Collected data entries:
■ ■ ■ ■

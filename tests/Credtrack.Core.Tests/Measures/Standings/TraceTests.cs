using Credtrack.Core.Measures.Standings;
using Credtrack.Core.Readings;
using Credtrack.Core.Scans;
using Credtrack.Core.Tests.Rulebooks;

namespace Credtrack.Core.Tests.Measures.Standings;

public sealed class TraceTests
{
    [Fact]
    public void Scans_are_walked_by_instant_and_then_by_the_ordinal_of_their_id()
    {
        var standing = Book.Cardiac(""" "require": [] """).On(Book.Scan("b", 2), Book.Scan("a", 2), Book.Scan("B", 2), Book.Scan("z", 1));
        Assert.Equal(["z", "B", "a", "b"], standing.Findings.Select(f => f.Scan));
    }

    [Fact]
    public void What_comes_after_the_day_does_not_exist_yet()
    {
        var rules = Book.Cardiac(""" "counting": { "result": ["TP"] }, "require": [] """);
        var late = Book.Scan("late", 30).As(Result.TP);
        var outcome = new OutcomeEvidence(late.PerformedAt.AddDays(3), Result.FP);
        Assert.Equal(["late Counts"], Standing.Of(rules, [late with { Outcome = outcome }, Book.Scan("next") with { PerformedAt = late.PerformedAt.AddDays(2) }], [], Book.Day).Verdicts());
        Assert.Equal(["late Excluded: result"], Standing.Of(rules, [late with { Outcome = outcome }], [], Book.Day.AddDays(2)).Verdicts());
        Assert.Equal(["late Pending"], Standing.Of(rules, [late with { Reading = late.Reading! with { At = late.PerformedAt.AddDays(2) } }], [], Book.Day).Verdicts());
        Assert.Empty(Standing.Of(rules, [late], [], Book.Day.AddDays(-2)).Findings);
    }

    [Fact]
    public void An_outcome_replaces_the_result_even_if_older_than_the_reading_but_waits_for_one()
    {
        var rules = Book.Cardiac(""" "counting": { "positive": true }, "require": [] """);
        var outcome = new OutcomeEvidence(Book.Scan("a").PerformedAt, Result.FN);
        Assert.Equal(["a Counts", "b Pending", "c Counts"], rules.On(Book.Scan("a", 1).As(Result.TN) with { Outcome = outcome }, Book.Scan("b", 2) with { Outcome = outcome },
            Book.Scan("c", 3).As(null) with { Outcome = outcome }).Verdicts());
        Assert.Null(SeenScan.On(Book.Day, Book.Scan("b", 2) with { Outcome = outcome }, TimeZoneInfo.Utc)!.Result);
    }

    [Fact]
    public void Days_are_those_of_the_rulebooks_zone()
    {
        var rules = Book.Read(""" "timeZone": "Asia/Kathmandu", "counting": { "performed": { "from": "2026-03-31" } }, "applications": [{ "code": "cardiac", "require": [] }] """);
        // 18:15 UTC is midnight in Kathmandu.
        DateTime At(int day, int minute) => new(2026, 3, day, 18, minute, 0, DateTimeKind.Utc);
        Assert.Equal(["a Excluded: performed", "b Pending"],
            rules.On(Book.Scan("a") with { PerformedAt = At(30, 14) }, Book.Scan("b") with { PerformedAt = At(30, 15) }, Book.Scan("c") with { PerformedAt = At(31, 15) }).Verdicts());
    }

    [Fact]
    public void A_second_scan_of_an_encounter_does_not_count_whatever_became_of_the_first()
    {
        var rules = Book.Read(""" "counting": { "assisted": false }, "applications": [{ "code": "cardiac", "require": [] }, { "code": "lung", "require": [] }] """);
        var scans = new[]
        {
            Book.Scan("a", 1).As(Result.TP) with { Encounter = "e", Assisted = true }, Book.Scan("b", 2).As(Result.TP) with { Encounter = "e" },
            Book.Scan("c", 3).As(Result.TP) with { Encounter = "e" }, Book.Scan("d", 4).As(Result.TP) with { Encounter = "e", Application = "lung" },
            Book.Scan("f", 5).As(Result.TP), Book.Scan("g", 6).As(Result.TP), Book.Scan("h", 7).As(Result.TP) with { Encounter = "E" },
        };
        var standing = rules.On(scans);
        Assert.Equal(["a Excluded: assisted", "b Excluded: duplicate encounter", "c Excluded: duplicate encounter", "d Counts", "f Counts", "g Counts", "h Counts"], standing.Verdicts());
        Assert.Equal([null, "a", "a", null, null, null, null], standing.Findings.Select(f => f.Earlier));
        Assert.DoesNotContain((rules with { OnePerEncounter = false }).On(scans).Findings, f => f.Reason == Finding.Duplicate);
    }

    [Fact]
    public void The_first_scans_that_are_no_duplicates_are_introductory()
    {
        var rules = Book.Cardiac(""" "introductory": 2, "counting": { "assisted": false }, "require": [] """);
        Assert.Equal(["a Excluded: introductory", "b Excluded: duplicate encounter", "c Excluded: introductory", "d Counts"], rules.On(
            Book.Scan("a", 1) with { Encounter = "e", Assisted = true }, Book.Scan("b", 2) with { Encounter = "e" }, Book.Scan("c", 3), Book.Scan("d", 4).As(Result.TP)).Verdicts());
    }

    [Fact]
    public void A_cap_lets_the_first_so_many_count_and_pending_scans_use_none_of_it()
    {
        var rules = Book.Cardiac("""
            "caps": [{ "where": { "setting": ["education"] }, "max": 2, "label": "teaching" }, { "where": {}, "max": 3, "label": "all" }], "require": []
            """);
        ScanEvidence Teaching(string id, int day) => Book.Scan(id, day) with { Setting = Setting.Education };
        var scans = new[] { Teaching("a", 1).As(Result.TP), Teaching("b", 2), Teaching("c", 3).As(Result.TP), Teaching("d", 4).As(Result.TP), Book.Scan("e", 5).As(Result.TP), Book.Scan("f", 6).As(Result.TP) };
        Assert.Equal(["a Counts", "b Pending", "c Counts", "d Excluded: cap: teaching", "e Counts", "f Excluded: cap: all"], rules.On(scans).Verdicts());
        // The late reading of b turns c, which counted, into one that is over the cap.
        scans[1] = scans[1].As(Result.TN);
        Assert.Equal("c Excluded: cap: teaching", rules.On(scans).Verdicts().ElementAt(2));
    }

    [Fact]
    public void An_application_that_is_not_listed_appears_among_the_scans_only()
    {
        var standing = Book.Cardiac(""" "require": [] """).On(Book.Scan("a") with { Application = "Cardiac" });
        Assert.Equal(["a Excluded: application not in rulebook"], standing.Verdicts());
        Assert.Empty(Assert.Single(standing.Applications).Excluded);
    }

    [Fact]
    public void An_application_without_requirements_takes_one_scan_that_counts()
    {
        var rules = Book.Cardiac(""" "require": [] """);
        Assert.False(rules.On(Book.Scan("a")).Met);
        Assert.True(rules.On(Book.Scan("a").As(null)).Met);
    }

    [Fact]
    public void The_population_is_what_was_read_and_performed_beyond_the_introduction()
    {
        var rules = Book.Cardiac(""" "introductory": 1, "counting": { "assisted": true }, "require": [] """);
        var standing = rules.On(Book.Scan("a", 1).As(Result.TP), Book.Scan("b", 2).As(Result.TP) with { Encounter = "e" }, Book.Scan("c", 3).As(Result.TP) with { Encounter = "e" },
            Book.Scan("d", 4).As(Result.TP) with { Role = Role.Interpreted }, Book.Scan("f", 5));
        Assert.Equal(["b"], new Basis(Book.Day, standing.Findings).Population.Select(scan => scan.Evidence.Scan));
    }

    [Fact]
    public void Every_reason_has_words()
    {
        var rules = Book.Cardiac("""
            "introductory": 1, "counting": { "quality": { "min": 3 } }, "caps": [{ "where": { "setting": ["education"] }, "max": 1, "label": "t" }], "require": []
            """);
        var standing = rules.On(Book.Scan("a", 1) with { Encounter = "e" }, Book.Scan("b", 2) with { Encounter = "e" }, Book.Scan("c", 3), Book.Scan("d", 4).As(null, 2),
            Book.Scan("f", 5).As(null) with { Setting = Setting.Education }, Book.Scan("g", 6).As(null) with { Setting = Setting.Education }, Book.Scan("h", 7) with { Application = "x" });
        Assert.Equal(["introductory: the first one", "same encounter as an earlier scan", "waits for a reading", "image quality below 3", null,
            "over the cap: at most 1 teaching scan counts", "its application is not in the rulebook"], standing.Findings.Select(f => f.Words()));
        Assert.Equal(("t", 1L), (standing.Findings[5].Cap!.Label, standing.Findings[5].Cap!.Max));
    }
}
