namespace Credtrack.Core.People;

public enum InvitationKind { Administrator, Member, Reset }

/// <summary>A link, good once and for a time, with which a person chooses a password. Only the digest of its secret is kept.</summary>
public sealed class Invitation
{
    public Guid Id { get; private init; }
    public Guid PersonId { get; private init; }
    public InvitationKind Kind { get; private init; }

    /// <summary>SHA-256 of the secret, 64 capital hexadecimal digits.</summary>
    public string Digest { get; private init; } = "";
    public DateTime MadeAt { get; private init; }
    public DateTime GoodUntil { get; private set; }
    public DateTime? UsedAt { get; private set; }

    private Invitation() { }

    internal Invitation(Person person, InvitationKind kind, string digest, DateTime at, TimeSpan good) =>
        (Id, PersonId, Kind, Digest, MadeAt, GoodUntil) = (Guid.CreateVersion7(at), person.Id, kind, digest, at, at + good);

    public bool IsOpen(DateTime at) => UsedAt is null && at < GoodUntil;

    internal void Use(DateTime at) => UsedAt = at;

    internal void Replace(DateTime at) => GoodUntil = at;
}
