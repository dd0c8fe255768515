using Credtrack.Core.Measures.Standings;
using Credtrack.Core.Readings;
using Credtrack.Core.Rulebooks;
using Credtrack.Core.Scans;

namespace Credtrack.Core.Tests.Measures.Standings;

// Days are counted by hand on a calendar of 2026.
public sealed class StandstillTests
{
    private static readonly DateOnly Began = new(2026, 1, 1);

    [Fact]
    public void Days_are_counted_from_the_day_after_the_last_scan_that_counts()
    {
        Assert.Equal(new Standstill(new(2026, 3, 1), true, 30, 0), On(new(2026, 3, 31), [new(2026, 2, 1), new(2026, 3, 1)]));
        Assert.Equal(0, On(new(2026, 3, 1), [new(2026, 3, 1)]).Days);
    }

    [Fact]
    public void What_does_not_count_or_waits_starts_nothing() =>
        Assert.Equal(new Standstill(new(2026, 2, 1), true, 58, 0), On(new(2026, 3, 31), [new(2026, 2, 1)], poor: new(2026, 3, 20), waiting: new(2026, 3, 25)));

    [Fact]
    public void Without_a_scan_that_counts_the_membership_starts_the_clock()
    {
        Assert.Equal(new Standstill(Began, false, 89, 0), On(new(2026, 3, 31), []));
        Assert.Equal(new Standstill(Began, false, 89, 0), On(new(2026, 3, 31), [new(2025, 11, 5)]));
    }

    [Fact]
    public void Days_of_leave_are_left_out_however_the_leaves_lie()
    {
        var leaves = new[] { (new DateOnly(2026, 2, 20), new DateOnly(2026, 3, 5)), (new(2026, 3, 4), new(2026, 3, 6)), (new(2026, 3, 30), new(2026, 4, 20)), (new(2025, 1, 1), new(2025, 12, 31)) };
        // 2 to 6 March and 30 and 31 March: seven days of thirty.
        Assert.Equal(new Standstill(new(2026, 3, 1), true, 23, 7), On(new(2026, 3, 31), [new(2026, 3, 1)], leaves: leaves));
    }

    [Fact]
    public void Days_and_leave_make_up_the_span_whatever_the_leaves()
    {
        var chance = new Random(20260306);
        for (var n = 0; n < 500; n++)
        {
            var leaves = Enumerable.Range(0, chance.Next(5)).Select(_ => Began.AddDays(chance.Next(-30, 120))).Select(first => (first, first.AddDays(chance.Next(40)))).ToArray();
            var found = On(new(2026, 3, 31), [new(2026, 1, 20)], leaves: leaves);
            var away = Enumerable.Range(1, 70).Select(d => new DateOnly(2026, 1, 20).AddDays(d)).Count(day => leaves.Any(l => l.Item1 <= day && day <= l.Item2));
            Assert.Equal((70 - away, away), (found.Days, found.Away));
        }
    }

    private static Standstill On(DateOnly day, DateOnly[] counting, DateOnly? poor = null, DateOnly? waiting = null, (DateOnly, DateOnly)[]? leaves = null)
    {
        var rules = RulesReader.Read("""
            { "format": "credtrack-rulebook/1", "name": "Own", "version": 1, "effective": "2026-01-01", "timeZone": "Europe/Dublin", "counting": { "quality": { "min": 3 } },
              "applications": [{ "code": "lung", "require": [{ "kind": "count", "min": 9 }] }] }
            """, "UTC").Rules!;
        var scans = counting.Select(d => Scan(d, 4)).ToList();
        if (poor is { } bad) scans.Add(Scan(bad, 2));
        if (waiting is { } later) scans.Add(Scan(later, null));
        return Standstill.Of(Standing.Of(rules, scans, [], day), Began, leaves ?? []);
    }

    private static ScanEvidence Scan(DateOnly day, int? quality)
    {
        var at = day.ToDateTime(new TimeOnly(12, 0), DateTimeKind.Utc);
        return new($"{day:O}-{quality}", "lung", null, at, null, Role.Performed, Setting.Clinical, true, Supervision.Later, false, quality is null ? null : new(at, quality, true, Result.TN), null);
    }
}
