namespace Credtrack.Core.People;

public sealed partial class Person
{
    /// <summary>A link that comes by hand or mail is looked at within days; the first administrator stands in front of the machine.</summary>
    public static TimeSpan GoodFor(InvitationKind kind) => kind == InvitationKind.Member ? TimeSpan.FromDays(7) : TimeSpan.FromHours(24);

    public string? WhyNotBeInvited(Person by, Site site, Membership membership, DateOnly today) =>
          membership.LastDay < today ? "This membership is over; nobody is invited by it."
        : site.IsAdministeredBy(by) ? null
        : WhyNotAdmit(by, site, membership.Programme, membership.Kind);

    /// <summary>Of several links the newest alone is good.</summary>
    /// <param name="digest">SHA-256 of the secret in the link</param>
    public Invitation Invite(Person by, InvitationKind kind, string digest, DateTime at)
    {
        foreach (var earlier in invitations.Where(i => i.IsOpen(at))) earlier.Replace(at);
        var invitation = new Invitation(this, kind, digest, at, GoodFor(kind));
        invitations.Add(invitation);
        Record(new PersonInvited(by, at, Name, kind));
        return invitation;
    }

    public static string? WhyNotChoosePassword(Invitation invitation, DateTime at) =>
          invitation.UsedAt is not null ? "This link has been used. It works once only."
        : !invitation.IsOpen(at) ? "This link is no longer good: its time is over, or a newer one has replaced it."
        : null;

    public void ChoosePassword(Invitation invitation, DateTime at)
    {
        RuleBroken.If(WhyNotChoosePassword(invitation, at));
        invitation.Use(at);
        Record(new PasswordChosen(this, at));
    }

    /// <summary>With the one before it, without a link.</summary>
    public void ChangePassword(DateTime at) => Record(new PasswordChosen(this, at));
}
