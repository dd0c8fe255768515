namespace Credtrack.Core.People;

public sealed record SiteFounded(Person By, DateTime At, string Name, string TimeZone) : Fact(By, At)
{
    public override string Sentence => $"{By.Name} set the site up as {Name}, time zone {TimeZone}.";
}

public sealed record SiteChanged(Person By, DateTime At, string What) : Fact(By, At)
{
    public override string Sentence => $"{By.Name} changed the site: {What}.";
}

public sealed record AdministratorAppointed(Person By, DateTime At, string Name) : Fact(By, At)
{
    public override string Sentence => $"{By.Name} made {Name} an administrator of the site.";
}

public sealed record AdministratorDismissed(Person By, DateTime At, string Name) : Fact(By, At)
{
    public override string Sentence => $"{By.Name} ended that {Name} is an administrator of the site.";
}

public sealed record ProgrammeFounded(Person By, DateTime At, string Name) : Fact(By, At)
{
    public override string Sentence => $"{By.Name} founded the programme {Name}.";
}

public sealed record ProgrammeRenamed(Person By, DateTime At, string Was, string Name) : Fact(By, At)
{
    public override string Sentence => $"{By.Name} renamed the programme {Was} to {Name}.";
}

public sealed record CoordinatorLetGo(Person By, DateTime At, string Name, DateOnly LastDay) : Fact(By, At)
{
    public override string Sentence => $"{By.Name} let {Name} be a coordinator of this programme until {LastDay:O}.";
}
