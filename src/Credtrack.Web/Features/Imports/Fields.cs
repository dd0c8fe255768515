using Credtrack.Core.Rulebooks;

namespace Credtrack.Web.Features.Imports;

/// <summary>A column of the format: its name, what it is called on pages, and what other logs call it.</summary>
/// <param name="Words">the words it may say; null where it says something else</param>
public sealed record ImportField(string Name, string Label, IReadOnlyList<string>? Words, params string[] Otherwise)
{
    public bool IsRequired => Commands.ScansCsv.Required.Contains(Name);
    public bool IsTime => Name is "performed_at" or "read_at" or "outcome_at";
}

/// <summary>The columns of the format of scans, in its order. Applications and parts have the words of the site's catalogue.</summary>
public static class Fields
{
    private static readonly string[] YesNo = [.. RuleWords.YesNo.Keys];
    private static readonly string[] Results = [.. RuleWords.Results.Keys];

    public static IReadOnlyList<ImportField> All { get; } =
    [
        new("scan", "Id of the scan", null, "scan id", "id", "no", "number", "record"),
        new("person", "Trainee", null, "trainee", "name", "resident", "fellow", "operator", "user", "e-mail", "email", "performed by"),
        new("application", "Application", [], "exam", "examination", "type", "exam type", "study type", "scan type"),
        new("subtype", "Part", [], "part", "region", "site"),
        new("performed_at", "Performed at", null, "performed", "date", "exam date", "scan date", "date performed", "time"),
        new("encounter", "Patient contact", null, "visit", "contact"),
        new("role", "Role", [.. RuleWords.Roles.Keys]),
        new("setting", "Setting", [.. RuleWords.Settings.Keys], "context"),
        new("indicated", "Clinically indicated", YesNo, "clinically indicated", "indication"),
        new("supervision", "Supervision", [.. RuleWords.Supervisions.Keys], "supervised"),
        new("assisted", "Hands-on help", YesNo, "help", "assistance"),
        new("read_at", "Read at", null, "read", "reviewed", "review date", "date read", "date reviewed"),
        new("quality", "Image quality, 1 to 5", ["1", "2", "3", "4", "5"], "image quality", "score"),
        new("views", "All required views adequate", YesNo, "views adequate", "adequate views"),
        new("result", "Result", Results, "outcome", "agreement"),
        new("outcome_at", "Later outcome, when", null, "follow-up date"),
        new("outcome_result", "Later outcome", Results, "follow-up result"),
    ];

    public static ImportField Of(string name) => All.Single(f => f.Name == name);

    /// <summary>Whether a header is what this field is called here or elsewhere.</summary>
    public static bool IsCalled(this ImportField field, string header) =>
        new[] { field.Name, field.Label }.Concat(field.Otherwise).Any(name => Folded(name) == Folded(header));

    public static string Folded(string text) => string.Concat(text.ToLowerInvariant().Where(char.IsLetterOrDigit));
}
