using System.Text.RegularExpressions;

namespace Credtrack.Core.People;

/// <summary>
/// What a password must be, after NIST SP 800-63B-4 (section 3.1.1.2, from memory of its text): 15 characters where it stands alone, no rules of
/// composition, and none that is common, repetitive, sequential or made of the names around it.
/// </summary>
public static partial class PasswordRule
{
    public const int Shortest = 15;
    public const int Longest = 200;

    // A word this long with figures around it is no longer the first thing that is tried.
    private const int ShortWord = 12;
    private const string Rows = "qwertyuiopasdfghjklzxcvbnm1234567890qwertzuiopasdfghjklyxcvbnmazertyuiopqsdfghjklmwxcvbn";

    private static readonly Lazy<HashSet<string>> Common = new(Read);

    /// <param name="around">what stands around the account and is guessed first: the person's name, the address, the site's name</param>
    public static string? WhyNot(string password, params IEnumerable<string> around)
    {
        var folded = password.ToLowerInvariant();
        return password.Length < Shortest ? $"Use at least {Shortest} characters; a few words with spaces between them are fine."
            : password.Length > Longest ? $"Use at most {Longest} characters."
            : Common.Value.Contains(folded) ? "This password is among those that are tried first. Choose another one."
            : Repeats(folded) || Repeats(Ends().Replace(folded, "")) || Repeats(folded[..^1]) ? "This password repeats itself. Choose one that does not."
            : IsRow(folded) ? "These are keys or figures in a row. Choose something less regular."
            : Plain(folded) is { } word && (Common.Value.Contains(word) || Words(around).Contains(word)) ? "This is one well-known word or name with figures around it. Add words of your own."
            : null;
    }

    // Some shorter piece, written again and again.
    private static bool Repeats(string text) => Enumerable.Range(1, text.Length / 2).Any(period => text.AsSpan(period).SequenceEqual(text.AsSpan(0, text.Length - period)));

    private static bool IsRow(string text)
    {
        var steps = Enumerable.Range(1, text.Length - 1).Count(i => Math.Abs(text[i] - text[i - 1]) <= 1 || (text[i - 1], text[i]) is ('9', '0') or ('0', '9'));
        return steps >= text.Length - 2 || Rows.Contains(text, StringComparison.Ordinal);
    }

    private static string? Plain(string text) => Ends().Replace(text, "") is { Length: < ShortWord } word ? word : null;

    private static HashSet<string> Words(IEnumerable<string> around) => [.. around.Append("credtrack").SelectMany(text => Between().Split(text.ToLowerInvariant())).Where(word => word.Length > 2)];

    private static HashSet<string> Read()
    {
        using var file = new StreamReader(typeof(PasswordRule).Assembly.GetManifestResourceStream("Credtrack.Core.People.common-passwords.txt")!);
        return [.. file.ReadToEnd().Split('\n', StringSplitOptions.RemoveEmptyEntries)];
    }

    [GeneratedRegex(@"^[^\p{L}]+|[^\p{L}]+$")]
    private static partial Regex Ends();

    [GeneratedRegex(@"[^\p{L}]+")]
    private static partial Regex Between();
}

■ ■ ■ ■

* _EXERCISE DESCRIPTION_
Show the lines above with "counting".

* _YOUR RESPONSE_
        var rules = Book.Cardiac(""" "counting": { "result": ["TP"] }, "require": [] """);
        var rules = Book.Cardiac(""" "counting": { "positive": true }, "require": [] """);
        var rules = Book.Read(""" "timeZone": "Asia/Kathmandu", "counting": { "performed": { "from": "2026-03-31" } }, "applications": [{ "code": "cardiac", "require": [] }] """);
        var rules = Book.Read(""" "counting": { "assisted": false }, "applications": [{ "code": "cardiac", "require": [] }, { "code": "lung", "require": [] }] """);
        var rules = Book.Cardiac(""" "introductory": 2, "counting": { "assisted": false }, "require": [] """);
        var rules = Book.Cardiac(""" "introductory": 1, "counting": { "assisted": true }, "require": [] """);
            "introductory": 1, "counting": { "quality": { "min": 3 } }, "caps": [{ "where": { "setting": ["education"] }, "max": 1, "label": "t" }], "require": []
    private static Standstill On(DateOnly day, DateOnly[] counting, DateOnly? poor = null, DateOnly? waiting = null, (DateOnly, DateOnly)[]? leaves = null)
            { "format": "credtrack-rulebook/1", "name": "Own", "version": 1, "effective": "2026-01-01", "timeZone": "Europe/Dublin", "counting": { "quality": { "min": 3 } },
        var scans = counting.Select(d => Scan(d, 4)).ToList();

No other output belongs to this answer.